RECORDS PROVIDED:
BEGIN

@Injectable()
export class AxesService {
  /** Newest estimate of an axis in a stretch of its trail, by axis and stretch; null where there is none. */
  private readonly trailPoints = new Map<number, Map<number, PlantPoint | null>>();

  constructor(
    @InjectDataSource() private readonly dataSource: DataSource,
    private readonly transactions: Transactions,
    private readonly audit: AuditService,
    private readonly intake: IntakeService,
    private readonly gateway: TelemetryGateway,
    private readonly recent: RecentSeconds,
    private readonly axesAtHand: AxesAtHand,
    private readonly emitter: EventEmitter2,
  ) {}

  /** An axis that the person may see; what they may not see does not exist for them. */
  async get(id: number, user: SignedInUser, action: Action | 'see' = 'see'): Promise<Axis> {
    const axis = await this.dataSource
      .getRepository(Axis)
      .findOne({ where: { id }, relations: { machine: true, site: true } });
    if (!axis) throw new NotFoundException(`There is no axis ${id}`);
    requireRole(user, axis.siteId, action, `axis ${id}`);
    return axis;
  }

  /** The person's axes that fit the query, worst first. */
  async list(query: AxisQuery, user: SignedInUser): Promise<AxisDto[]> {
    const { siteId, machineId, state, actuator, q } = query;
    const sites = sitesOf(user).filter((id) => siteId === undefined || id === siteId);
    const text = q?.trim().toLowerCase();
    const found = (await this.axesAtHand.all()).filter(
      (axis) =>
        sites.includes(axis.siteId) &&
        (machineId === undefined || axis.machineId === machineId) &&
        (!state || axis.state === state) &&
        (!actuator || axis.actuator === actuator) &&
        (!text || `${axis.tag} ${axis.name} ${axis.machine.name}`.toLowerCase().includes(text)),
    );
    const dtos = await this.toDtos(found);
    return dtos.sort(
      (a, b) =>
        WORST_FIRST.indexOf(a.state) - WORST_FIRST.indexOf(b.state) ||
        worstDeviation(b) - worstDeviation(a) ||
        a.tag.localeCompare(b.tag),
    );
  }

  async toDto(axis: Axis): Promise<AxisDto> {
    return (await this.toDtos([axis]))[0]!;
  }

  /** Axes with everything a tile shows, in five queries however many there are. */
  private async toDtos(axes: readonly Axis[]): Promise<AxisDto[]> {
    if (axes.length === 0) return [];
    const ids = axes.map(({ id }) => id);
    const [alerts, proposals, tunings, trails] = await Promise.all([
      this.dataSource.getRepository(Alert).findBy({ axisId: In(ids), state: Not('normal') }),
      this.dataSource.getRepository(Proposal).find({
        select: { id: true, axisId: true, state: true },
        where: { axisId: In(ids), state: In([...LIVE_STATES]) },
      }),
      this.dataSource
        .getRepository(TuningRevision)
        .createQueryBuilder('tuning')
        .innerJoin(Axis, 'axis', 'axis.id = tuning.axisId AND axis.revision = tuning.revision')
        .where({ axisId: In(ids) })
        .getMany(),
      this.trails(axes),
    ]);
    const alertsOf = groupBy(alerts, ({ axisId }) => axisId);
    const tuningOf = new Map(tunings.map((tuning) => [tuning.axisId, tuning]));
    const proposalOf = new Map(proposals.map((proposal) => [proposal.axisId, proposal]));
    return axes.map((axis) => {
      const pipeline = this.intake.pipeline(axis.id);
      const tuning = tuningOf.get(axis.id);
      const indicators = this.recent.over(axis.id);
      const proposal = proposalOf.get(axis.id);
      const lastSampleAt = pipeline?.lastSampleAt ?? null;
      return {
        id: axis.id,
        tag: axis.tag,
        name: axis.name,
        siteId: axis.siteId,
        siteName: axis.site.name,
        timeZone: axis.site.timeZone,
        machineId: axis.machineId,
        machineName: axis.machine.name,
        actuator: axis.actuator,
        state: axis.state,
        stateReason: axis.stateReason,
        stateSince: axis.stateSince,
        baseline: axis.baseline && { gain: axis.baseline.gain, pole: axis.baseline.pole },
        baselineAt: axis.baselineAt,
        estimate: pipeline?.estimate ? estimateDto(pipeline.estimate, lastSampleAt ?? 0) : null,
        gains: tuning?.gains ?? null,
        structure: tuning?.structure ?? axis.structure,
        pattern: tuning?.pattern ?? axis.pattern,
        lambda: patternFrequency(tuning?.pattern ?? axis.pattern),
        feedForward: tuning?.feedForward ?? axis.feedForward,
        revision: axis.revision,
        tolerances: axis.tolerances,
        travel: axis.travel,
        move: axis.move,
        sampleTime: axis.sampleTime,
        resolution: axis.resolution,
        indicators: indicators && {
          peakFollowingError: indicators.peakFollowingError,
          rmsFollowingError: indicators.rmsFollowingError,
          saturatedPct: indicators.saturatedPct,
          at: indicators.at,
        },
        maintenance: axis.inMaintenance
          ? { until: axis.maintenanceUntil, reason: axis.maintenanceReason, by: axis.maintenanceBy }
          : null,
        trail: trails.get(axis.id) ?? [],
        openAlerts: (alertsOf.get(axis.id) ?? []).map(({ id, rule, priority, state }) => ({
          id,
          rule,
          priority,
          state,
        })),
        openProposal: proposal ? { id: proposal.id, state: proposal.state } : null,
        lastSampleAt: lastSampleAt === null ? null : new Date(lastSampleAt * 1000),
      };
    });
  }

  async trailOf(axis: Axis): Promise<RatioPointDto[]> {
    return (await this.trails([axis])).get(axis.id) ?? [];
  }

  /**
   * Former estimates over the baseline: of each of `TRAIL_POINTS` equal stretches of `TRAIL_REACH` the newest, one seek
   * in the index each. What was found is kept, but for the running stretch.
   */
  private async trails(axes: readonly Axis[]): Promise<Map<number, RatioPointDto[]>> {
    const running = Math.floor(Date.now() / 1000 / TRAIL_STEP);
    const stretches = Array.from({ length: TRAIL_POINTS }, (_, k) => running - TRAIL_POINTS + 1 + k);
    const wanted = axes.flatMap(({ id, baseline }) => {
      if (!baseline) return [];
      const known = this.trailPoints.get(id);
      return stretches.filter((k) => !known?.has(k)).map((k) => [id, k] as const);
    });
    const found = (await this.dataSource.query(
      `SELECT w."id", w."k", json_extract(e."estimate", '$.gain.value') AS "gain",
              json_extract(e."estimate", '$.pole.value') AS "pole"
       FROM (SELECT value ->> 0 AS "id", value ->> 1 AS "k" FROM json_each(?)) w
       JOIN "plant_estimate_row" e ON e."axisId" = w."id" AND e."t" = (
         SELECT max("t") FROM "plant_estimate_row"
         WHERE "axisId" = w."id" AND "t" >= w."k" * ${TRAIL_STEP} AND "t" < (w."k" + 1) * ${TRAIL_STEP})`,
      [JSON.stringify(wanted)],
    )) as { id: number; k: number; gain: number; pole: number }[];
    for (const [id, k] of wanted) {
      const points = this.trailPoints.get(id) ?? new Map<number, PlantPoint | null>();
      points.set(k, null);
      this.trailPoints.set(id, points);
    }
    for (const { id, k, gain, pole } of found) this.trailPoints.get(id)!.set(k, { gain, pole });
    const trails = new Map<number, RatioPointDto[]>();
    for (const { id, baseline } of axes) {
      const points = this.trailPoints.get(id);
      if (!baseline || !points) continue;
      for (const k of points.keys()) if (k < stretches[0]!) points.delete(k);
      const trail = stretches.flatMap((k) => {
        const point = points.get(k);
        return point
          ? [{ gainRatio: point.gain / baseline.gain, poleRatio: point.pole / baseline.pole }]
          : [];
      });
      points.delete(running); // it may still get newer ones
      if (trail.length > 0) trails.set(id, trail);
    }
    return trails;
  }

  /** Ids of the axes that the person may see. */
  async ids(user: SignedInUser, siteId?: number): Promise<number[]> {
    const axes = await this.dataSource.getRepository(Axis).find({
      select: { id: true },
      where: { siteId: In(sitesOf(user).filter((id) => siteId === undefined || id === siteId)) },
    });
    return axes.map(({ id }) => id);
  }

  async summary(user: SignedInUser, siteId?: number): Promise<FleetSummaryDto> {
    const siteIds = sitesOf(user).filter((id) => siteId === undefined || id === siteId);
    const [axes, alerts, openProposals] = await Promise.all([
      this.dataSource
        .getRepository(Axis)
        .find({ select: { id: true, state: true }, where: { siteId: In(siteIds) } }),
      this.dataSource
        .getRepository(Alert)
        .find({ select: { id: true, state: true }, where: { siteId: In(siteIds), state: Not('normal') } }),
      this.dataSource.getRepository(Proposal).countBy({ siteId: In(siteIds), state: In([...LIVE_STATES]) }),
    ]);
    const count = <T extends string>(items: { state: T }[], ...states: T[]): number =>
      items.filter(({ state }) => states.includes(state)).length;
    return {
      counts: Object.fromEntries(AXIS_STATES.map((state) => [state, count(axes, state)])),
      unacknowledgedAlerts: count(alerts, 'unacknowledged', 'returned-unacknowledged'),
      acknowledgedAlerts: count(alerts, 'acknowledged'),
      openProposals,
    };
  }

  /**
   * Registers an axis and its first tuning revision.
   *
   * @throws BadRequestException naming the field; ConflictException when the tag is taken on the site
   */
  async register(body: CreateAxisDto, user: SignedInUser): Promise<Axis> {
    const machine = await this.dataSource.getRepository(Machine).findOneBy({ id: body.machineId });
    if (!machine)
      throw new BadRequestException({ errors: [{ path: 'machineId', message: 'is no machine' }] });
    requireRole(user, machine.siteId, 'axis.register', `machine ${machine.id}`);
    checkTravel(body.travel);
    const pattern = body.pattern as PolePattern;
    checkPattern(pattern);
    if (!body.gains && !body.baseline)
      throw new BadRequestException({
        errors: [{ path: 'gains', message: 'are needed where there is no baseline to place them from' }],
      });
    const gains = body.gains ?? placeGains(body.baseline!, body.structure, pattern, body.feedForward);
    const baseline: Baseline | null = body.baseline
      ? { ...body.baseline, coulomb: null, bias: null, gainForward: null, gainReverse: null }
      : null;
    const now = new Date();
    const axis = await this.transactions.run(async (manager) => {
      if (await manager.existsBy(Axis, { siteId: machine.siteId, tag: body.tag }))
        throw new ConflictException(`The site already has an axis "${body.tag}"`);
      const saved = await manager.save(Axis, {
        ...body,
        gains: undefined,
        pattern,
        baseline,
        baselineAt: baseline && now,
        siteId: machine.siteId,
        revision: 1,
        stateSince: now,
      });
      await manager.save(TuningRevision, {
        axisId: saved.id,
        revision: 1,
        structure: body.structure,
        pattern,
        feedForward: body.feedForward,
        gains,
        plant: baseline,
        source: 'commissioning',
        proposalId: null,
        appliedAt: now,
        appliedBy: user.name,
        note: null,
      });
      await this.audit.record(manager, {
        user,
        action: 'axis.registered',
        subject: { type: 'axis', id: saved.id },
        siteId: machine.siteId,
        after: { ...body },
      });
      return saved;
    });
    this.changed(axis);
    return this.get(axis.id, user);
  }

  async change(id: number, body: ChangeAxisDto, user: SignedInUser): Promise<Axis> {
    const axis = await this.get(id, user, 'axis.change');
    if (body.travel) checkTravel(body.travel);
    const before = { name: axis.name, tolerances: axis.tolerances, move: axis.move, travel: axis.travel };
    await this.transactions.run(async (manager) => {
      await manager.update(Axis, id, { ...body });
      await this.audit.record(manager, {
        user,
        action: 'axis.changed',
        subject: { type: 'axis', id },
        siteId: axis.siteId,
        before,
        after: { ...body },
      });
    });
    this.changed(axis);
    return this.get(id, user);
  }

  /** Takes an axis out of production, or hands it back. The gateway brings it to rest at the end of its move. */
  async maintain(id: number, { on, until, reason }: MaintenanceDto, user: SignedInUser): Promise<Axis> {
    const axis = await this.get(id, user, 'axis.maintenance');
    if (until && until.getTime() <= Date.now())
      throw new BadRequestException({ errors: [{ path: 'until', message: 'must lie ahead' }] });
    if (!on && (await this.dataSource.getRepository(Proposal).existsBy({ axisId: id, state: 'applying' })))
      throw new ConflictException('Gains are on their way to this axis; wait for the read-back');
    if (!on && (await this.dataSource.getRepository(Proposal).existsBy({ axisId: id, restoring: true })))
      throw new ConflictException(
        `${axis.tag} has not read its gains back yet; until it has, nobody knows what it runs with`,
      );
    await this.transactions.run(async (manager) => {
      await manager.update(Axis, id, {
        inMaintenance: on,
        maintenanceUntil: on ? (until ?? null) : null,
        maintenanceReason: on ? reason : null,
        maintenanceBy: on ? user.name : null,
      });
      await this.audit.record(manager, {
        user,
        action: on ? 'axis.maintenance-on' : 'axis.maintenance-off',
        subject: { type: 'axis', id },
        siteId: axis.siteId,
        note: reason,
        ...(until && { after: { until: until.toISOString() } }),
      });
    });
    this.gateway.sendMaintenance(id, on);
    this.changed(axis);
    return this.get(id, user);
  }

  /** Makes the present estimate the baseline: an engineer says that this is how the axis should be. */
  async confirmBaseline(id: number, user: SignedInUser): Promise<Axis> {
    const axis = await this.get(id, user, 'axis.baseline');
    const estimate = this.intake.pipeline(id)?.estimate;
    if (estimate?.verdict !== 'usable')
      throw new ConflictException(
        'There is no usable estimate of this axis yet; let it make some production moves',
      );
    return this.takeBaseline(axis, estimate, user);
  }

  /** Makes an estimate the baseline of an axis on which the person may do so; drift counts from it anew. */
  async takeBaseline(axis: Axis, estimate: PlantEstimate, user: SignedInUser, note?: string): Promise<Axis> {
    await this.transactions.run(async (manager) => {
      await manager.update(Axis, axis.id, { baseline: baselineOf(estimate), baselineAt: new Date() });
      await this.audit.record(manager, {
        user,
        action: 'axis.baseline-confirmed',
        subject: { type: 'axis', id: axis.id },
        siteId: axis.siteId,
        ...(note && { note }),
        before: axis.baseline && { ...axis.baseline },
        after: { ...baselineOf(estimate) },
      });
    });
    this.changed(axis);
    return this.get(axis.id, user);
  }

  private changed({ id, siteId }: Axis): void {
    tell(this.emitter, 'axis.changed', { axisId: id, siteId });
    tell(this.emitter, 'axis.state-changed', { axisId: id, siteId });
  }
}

END

AIM OF THE TASK: Copy out every line of the material above that contains the string "running".

EXERCISE RESPONSE:
   * in the index each. What was found is kept, but for the running stretch.
    const running = Math.floor(Date.now() / 1000 / TRAIL_STEP);
    const stretches = Array.from({ length: TRAIL_POINTS }, (_, k) => running - TRAIL_POINTS + 1 + k);
      points.delete(running); // it may still get newer ones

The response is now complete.